(251f) Nonlinear Dynamics of Forced Catalytic Converters

Typical three-way catalytic converter is operated as a forced system, where the inlet oxygen concentration varies with a frequency of approximately 1 Hz. The results of bifurcation analysis of the lumped approximate model of the three way catalytic conventer using the nonstationary reaction kinetics wil be described. The analysis predicted oscillations in the CO oxidation submodel based on nonstationary kinetics similarly as in the full nonstationary kinetic model of the TWC converter. The used reaction network has been investigated by stoichiometric network analysis [1]. Major unstable reaction subnetworks underlying oscillations in the CO and hydrocarbon oxidation have been identified.

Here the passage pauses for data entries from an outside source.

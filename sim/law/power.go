package law

import (
	"math"

	"preponder/sim/internal/exact"
)

// Power is the law of energies
//
//	p(eps) = (theta+1) eps^theta on [0, 1], theta > -1.
//
// theta = d/2 - 1 is the density of states of a free gas in d dimensions, cut off at 1.
type Power struct{ Theta float64 }

func (p Power) Density(eps float64) float64 {
	if eps <= 0 || eps > 1 {
		return 0
	}
	return (p.Theta + 1) * math.Pow(eps, p.Theta)
}

func (p Power) Cumulative(eps float64) float64 {
	if eps <= 0 {
		return 0
	}
	return math.Pow(math.Min(eps, 1), p.Theta+1)
}

func (p Power) Quantile(u float64) float64 {
	one := [1]float64{u}
	p.quantiles(one[:])
	return one[0]
}

func (p Power) quantiles(u []float64) {
	switch p.Theta {
	case 0:
	case 1:
		for i, x := range u {
			u[i] = math.Sqrt(x)
		}
	default:
		power := 1 / (p.Theta + 1)
		for i, x := range u {
			u[i] = exact.Pow(x, power)
		}
	}
}

func (p Power) Support() (low, high float64) { return 0, 1 }
func (p Power) Mean() float64                { return (p.Theta + 1) / (p.Theta + 2) }
func (p Power) Edge() Edge                   { return Edge{Theta: p.Theta, Scale: p.Theta + 1} }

The nonlinear dynamics of CO oxidation in the lumped isothermal reactor model has been analyzed in detail. The constructed evolution diagram confirmed the existence of hysteresis and oscillations. It was found that in a certain range of the inlet oxygen concentrations there coexist low-and high-conversion stable stationary solutions. The coexistence of stable periodic solutions with stable stationary solutions was found to occur in another range of the inlet oxygen concentrations. Simulations of the model converter with periodically varying inlet oxygen concentrations revealed the existence of complex oeriodic and aperiodic regimes.Detailed analysis based on the use of continuation methods for analysis of periodically forced systems and computation of Lyapunov exponents revealed the existence of periodic, quasiperiodic and chaotic solutions. Arnold tongues in the parametric plane frequency - amplitude of the inlet oxygen concentration have been constructed and related to time-averaged outled conversions of CO. In the forced model of TWC converter it was found that the time averaged conversions of NOx depend strongly on the type of the inlet oxygen concentration forcing. [1]. P. Koci, V. Nevoral, M. Zahrubsky, M. Kubicek and M. Marek, Chem. Eng. Sci., 2004, 59, 5597-5605.